| Task description |
Filter these entries down to the lines that hold the word "return", and show each of them.

| Provided records |
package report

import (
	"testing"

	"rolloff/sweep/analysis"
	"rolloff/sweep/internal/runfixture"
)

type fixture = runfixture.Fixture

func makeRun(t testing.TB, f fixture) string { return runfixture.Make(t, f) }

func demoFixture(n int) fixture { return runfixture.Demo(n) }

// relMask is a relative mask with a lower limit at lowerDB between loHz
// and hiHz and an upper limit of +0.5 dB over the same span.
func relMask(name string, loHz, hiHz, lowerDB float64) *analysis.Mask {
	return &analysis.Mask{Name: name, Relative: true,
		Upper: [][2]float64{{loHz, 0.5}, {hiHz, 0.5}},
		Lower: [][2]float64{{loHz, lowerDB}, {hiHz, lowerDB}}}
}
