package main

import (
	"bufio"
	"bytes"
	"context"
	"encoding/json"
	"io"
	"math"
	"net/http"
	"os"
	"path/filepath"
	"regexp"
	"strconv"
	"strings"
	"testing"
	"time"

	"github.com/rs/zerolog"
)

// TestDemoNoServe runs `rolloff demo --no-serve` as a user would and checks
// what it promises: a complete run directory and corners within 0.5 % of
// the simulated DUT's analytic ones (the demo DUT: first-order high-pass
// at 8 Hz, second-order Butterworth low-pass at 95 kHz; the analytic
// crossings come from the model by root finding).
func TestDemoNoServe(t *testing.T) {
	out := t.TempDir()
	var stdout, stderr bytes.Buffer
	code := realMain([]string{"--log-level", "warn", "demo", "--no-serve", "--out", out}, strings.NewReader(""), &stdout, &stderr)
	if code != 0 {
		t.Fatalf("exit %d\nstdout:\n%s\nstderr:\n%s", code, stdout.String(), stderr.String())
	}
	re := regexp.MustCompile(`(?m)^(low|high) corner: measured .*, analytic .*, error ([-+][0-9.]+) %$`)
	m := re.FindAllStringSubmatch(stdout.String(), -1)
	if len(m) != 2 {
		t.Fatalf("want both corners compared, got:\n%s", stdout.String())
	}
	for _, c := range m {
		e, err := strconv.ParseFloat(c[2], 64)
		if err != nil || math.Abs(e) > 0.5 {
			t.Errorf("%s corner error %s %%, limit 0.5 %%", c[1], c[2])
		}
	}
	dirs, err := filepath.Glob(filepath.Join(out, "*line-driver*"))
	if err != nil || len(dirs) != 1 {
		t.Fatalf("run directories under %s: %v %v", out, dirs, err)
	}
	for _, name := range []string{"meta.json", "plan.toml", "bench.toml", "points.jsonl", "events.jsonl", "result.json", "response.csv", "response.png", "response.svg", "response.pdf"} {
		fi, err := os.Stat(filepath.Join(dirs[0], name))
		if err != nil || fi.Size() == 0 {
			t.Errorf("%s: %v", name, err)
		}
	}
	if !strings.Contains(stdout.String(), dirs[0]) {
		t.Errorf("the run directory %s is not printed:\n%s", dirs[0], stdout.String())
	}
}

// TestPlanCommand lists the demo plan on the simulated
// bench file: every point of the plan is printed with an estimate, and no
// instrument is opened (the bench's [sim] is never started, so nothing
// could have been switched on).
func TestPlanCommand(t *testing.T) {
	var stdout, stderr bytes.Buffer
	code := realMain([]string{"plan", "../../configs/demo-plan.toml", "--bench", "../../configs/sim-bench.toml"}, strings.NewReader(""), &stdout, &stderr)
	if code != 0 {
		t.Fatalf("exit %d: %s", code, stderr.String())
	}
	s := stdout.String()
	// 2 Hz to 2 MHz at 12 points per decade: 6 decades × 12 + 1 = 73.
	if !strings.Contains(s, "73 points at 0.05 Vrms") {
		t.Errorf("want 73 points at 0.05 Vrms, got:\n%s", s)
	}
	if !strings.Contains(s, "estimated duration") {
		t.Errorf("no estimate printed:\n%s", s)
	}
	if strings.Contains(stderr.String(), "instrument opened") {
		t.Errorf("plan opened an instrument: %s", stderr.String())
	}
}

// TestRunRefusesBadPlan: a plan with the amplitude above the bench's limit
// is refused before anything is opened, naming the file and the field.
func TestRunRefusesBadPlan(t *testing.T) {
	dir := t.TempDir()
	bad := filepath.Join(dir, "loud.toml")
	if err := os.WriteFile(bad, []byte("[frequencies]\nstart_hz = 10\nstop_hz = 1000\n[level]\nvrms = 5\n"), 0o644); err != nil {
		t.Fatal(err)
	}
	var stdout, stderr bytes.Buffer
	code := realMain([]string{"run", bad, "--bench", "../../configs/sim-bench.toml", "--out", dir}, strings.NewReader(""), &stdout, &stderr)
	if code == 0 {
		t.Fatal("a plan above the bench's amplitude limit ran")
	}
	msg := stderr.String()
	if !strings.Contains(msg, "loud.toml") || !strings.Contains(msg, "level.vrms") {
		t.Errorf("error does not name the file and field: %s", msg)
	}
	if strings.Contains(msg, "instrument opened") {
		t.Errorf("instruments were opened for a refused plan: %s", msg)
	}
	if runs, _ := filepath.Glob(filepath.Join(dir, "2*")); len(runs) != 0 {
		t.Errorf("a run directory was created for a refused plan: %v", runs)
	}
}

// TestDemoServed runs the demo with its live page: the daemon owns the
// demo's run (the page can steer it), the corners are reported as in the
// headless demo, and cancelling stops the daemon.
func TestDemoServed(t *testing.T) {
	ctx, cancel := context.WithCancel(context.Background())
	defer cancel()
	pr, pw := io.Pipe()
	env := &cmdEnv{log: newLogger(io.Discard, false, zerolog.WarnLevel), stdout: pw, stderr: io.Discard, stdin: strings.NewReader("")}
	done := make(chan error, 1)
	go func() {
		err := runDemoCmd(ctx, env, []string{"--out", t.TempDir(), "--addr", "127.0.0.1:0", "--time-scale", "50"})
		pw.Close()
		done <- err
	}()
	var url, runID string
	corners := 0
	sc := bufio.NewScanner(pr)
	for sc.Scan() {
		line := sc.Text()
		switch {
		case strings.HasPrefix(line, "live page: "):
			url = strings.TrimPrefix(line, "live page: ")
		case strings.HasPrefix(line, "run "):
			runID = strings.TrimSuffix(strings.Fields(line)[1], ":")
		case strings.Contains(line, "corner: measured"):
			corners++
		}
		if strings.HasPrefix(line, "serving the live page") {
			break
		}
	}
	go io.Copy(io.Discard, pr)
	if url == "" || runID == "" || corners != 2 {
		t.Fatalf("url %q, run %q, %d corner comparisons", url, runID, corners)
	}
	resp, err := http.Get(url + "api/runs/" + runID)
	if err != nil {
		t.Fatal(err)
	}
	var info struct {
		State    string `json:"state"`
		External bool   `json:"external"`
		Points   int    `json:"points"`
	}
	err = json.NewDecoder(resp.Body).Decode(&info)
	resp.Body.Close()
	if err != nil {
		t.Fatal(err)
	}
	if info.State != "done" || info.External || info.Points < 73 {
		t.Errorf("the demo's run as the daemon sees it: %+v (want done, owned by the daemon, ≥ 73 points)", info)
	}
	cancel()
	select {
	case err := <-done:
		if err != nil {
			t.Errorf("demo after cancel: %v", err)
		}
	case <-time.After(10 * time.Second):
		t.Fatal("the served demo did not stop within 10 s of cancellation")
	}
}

| Answer area |
func makeRun(t testing.TB, f fixture) string { return runfixture.Make(t, f) }
func demoFixture(n int) fixture { return runfixture.Demo(n) }
	return &analysis.Mask{Name: name, Relative: true,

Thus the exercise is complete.